- _To do_: For the entries below, work out how many lines include the string "classic", then write only that number.

- _Excerpted data_:
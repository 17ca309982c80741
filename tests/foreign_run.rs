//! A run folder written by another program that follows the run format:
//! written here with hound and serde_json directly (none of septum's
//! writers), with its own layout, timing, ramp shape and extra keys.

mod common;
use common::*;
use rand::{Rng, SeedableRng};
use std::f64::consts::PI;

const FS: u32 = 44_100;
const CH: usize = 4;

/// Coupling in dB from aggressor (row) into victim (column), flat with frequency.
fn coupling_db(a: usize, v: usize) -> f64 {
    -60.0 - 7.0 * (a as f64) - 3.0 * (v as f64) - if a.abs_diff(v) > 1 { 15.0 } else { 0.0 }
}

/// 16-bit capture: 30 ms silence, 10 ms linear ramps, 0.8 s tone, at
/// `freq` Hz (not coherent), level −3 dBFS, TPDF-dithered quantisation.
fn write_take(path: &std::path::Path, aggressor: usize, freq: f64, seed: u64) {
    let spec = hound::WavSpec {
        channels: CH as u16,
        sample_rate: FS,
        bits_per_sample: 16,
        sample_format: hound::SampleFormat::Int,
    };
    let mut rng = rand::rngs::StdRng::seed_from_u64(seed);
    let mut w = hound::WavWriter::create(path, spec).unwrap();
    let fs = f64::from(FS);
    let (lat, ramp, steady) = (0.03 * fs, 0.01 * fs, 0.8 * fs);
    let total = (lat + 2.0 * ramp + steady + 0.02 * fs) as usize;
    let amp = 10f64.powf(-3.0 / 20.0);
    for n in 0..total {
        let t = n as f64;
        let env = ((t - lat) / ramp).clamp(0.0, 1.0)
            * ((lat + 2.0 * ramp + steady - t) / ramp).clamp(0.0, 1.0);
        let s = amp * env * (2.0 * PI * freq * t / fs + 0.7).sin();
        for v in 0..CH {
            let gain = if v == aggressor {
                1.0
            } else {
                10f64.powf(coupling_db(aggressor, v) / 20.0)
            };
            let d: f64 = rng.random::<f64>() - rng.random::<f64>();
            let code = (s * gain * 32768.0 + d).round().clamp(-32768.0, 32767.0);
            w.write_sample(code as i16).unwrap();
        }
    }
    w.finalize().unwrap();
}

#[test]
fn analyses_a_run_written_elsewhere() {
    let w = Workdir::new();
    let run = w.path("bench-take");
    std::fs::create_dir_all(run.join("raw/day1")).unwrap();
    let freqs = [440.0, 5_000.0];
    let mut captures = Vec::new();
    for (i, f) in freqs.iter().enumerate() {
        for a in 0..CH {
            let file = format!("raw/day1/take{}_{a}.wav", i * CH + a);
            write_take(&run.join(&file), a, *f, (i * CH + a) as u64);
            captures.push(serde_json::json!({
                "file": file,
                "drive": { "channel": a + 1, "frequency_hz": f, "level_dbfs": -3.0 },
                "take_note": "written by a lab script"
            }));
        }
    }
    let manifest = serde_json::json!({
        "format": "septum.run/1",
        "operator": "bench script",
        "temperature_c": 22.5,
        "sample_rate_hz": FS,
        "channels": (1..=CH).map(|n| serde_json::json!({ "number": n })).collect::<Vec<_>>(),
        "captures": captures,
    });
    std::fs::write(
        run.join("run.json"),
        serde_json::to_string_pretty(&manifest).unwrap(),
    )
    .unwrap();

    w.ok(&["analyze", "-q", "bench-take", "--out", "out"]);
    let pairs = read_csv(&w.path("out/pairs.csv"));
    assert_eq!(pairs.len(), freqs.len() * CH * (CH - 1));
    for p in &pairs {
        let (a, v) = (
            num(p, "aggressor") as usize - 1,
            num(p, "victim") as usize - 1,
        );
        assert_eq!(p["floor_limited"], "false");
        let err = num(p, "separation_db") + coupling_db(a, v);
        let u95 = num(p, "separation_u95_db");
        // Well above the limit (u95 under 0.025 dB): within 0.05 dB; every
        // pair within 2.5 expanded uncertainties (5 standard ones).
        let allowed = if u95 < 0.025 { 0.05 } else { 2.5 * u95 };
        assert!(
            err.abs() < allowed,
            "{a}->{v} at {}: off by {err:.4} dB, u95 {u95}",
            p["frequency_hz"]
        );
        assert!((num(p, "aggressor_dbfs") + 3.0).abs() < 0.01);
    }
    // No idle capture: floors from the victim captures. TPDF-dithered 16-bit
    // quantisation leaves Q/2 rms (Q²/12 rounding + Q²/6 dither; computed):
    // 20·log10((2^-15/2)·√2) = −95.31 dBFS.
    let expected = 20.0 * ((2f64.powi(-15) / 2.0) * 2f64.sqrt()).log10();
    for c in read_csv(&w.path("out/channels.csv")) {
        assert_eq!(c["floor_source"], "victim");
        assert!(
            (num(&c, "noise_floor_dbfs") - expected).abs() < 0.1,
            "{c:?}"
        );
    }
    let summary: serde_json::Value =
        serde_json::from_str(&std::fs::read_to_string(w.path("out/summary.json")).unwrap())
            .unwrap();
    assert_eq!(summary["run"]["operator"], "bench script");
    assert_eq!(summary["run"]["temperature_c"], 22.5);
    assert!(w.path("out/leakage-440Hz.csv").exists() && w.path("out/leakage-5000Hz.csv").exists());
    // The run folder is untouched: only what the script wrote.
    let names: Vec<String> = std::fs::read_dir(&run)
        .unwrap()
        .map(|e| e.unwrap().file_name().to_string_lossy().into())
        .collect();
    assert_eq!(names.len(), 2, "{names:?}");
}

* * *

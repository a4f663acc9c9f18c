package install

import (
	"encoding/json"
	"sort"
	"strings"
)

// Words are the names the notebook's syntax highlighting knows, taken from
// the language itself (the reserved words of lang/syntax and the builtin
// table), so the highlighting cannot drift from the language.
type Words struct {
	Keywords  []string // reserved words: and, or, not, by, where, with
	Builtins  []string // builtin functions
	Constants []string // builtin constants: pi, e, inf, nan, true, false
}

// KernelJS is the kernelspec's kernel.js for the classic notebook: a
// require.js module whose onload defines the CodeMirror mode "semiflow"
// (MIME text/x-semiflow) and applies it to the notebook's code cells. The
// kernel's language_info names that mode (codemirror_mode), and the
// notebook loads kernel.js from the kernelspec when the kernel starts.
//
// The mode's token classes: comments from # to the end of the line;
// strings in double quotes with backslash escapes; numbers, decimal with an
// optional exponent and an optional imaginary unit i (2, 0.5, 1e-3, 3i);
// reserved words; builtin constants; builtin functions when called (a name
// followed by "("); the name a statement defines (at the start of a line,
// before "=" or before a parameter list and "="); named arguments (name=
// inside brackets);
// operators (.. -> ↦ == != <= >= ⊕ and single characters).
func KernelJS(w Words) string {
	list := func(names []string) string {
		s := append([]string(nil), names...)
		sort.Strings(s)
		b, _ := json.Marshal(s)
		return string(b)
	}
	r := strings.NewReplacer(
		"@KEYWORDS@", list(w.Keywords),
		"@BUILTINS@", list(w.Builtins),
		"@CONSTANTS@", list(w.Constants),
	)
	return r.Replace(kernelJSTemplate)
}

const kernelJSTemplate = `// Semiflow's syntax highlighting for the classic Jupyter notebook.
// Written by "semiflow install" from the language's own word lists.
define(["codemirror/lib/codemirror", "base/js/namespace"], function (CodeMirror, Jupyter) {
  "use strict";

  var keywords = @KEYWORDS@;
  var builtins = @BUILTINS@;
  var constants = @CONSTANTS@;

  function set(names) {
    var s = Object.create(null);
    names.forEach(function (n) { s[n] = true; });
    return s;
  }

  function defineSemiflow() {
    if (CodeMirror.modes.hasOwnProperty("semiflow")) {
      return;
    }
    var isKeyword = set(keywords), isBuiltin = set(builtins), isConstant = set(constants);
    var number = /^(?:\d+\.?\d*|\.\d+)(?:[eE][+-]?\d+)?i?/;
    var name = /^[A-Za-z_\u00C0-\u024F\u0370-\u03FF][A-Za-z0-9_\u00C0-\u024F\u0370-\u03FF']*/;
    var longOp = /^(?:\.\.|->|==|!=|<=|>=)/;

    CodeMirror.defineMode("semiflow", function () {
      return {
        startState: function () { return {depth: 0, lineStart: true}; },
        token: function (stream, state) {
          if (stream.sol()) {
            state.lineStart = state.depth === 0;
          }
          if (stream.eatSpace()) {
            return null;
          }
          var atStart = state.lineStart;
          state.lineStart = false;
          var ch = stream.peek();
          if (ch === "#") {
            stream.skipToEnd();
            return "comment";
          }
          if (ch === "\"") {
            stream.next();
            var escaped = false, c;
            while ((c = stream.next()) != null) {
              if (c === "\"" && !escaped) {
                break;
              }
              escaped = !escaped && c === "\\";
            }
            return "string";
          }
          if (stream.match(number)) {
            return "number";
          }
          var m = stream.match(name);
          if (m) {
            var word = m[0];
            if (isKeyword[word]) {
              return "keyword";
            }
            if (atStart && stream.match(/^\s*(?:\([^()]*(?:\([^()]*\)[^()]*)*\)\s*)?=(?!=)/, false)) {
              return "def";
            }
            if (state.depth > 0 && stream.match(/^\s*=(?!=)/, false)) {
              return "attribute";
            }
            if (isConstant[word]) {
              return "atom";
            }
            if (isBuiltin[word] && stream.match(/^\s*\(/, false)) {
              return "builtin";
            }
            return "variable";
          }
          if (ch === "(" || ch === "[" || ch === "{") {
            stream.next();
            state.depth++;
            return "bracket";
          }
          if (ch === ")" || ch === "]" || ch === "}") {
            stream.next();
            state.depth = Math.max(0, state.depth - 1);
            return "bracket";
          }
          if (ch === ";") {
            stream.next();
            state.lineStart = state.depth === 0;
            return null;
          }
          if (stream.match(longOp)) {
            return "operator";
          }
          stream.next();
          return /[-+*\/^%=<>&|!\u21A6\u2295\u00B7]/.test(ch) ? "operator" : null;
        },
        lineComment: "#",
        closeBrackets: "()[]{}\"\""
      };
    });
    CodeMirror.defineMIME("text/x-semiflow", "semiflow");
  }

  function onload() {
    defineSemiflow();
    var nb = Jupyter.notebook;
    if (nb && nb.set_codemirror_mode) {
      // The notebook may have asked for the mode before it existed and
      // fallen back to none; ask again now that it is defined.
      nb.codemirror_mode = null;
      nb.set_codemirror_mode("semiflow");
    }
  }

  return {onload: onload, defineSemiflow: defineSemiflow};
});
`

- _Final answer_: 2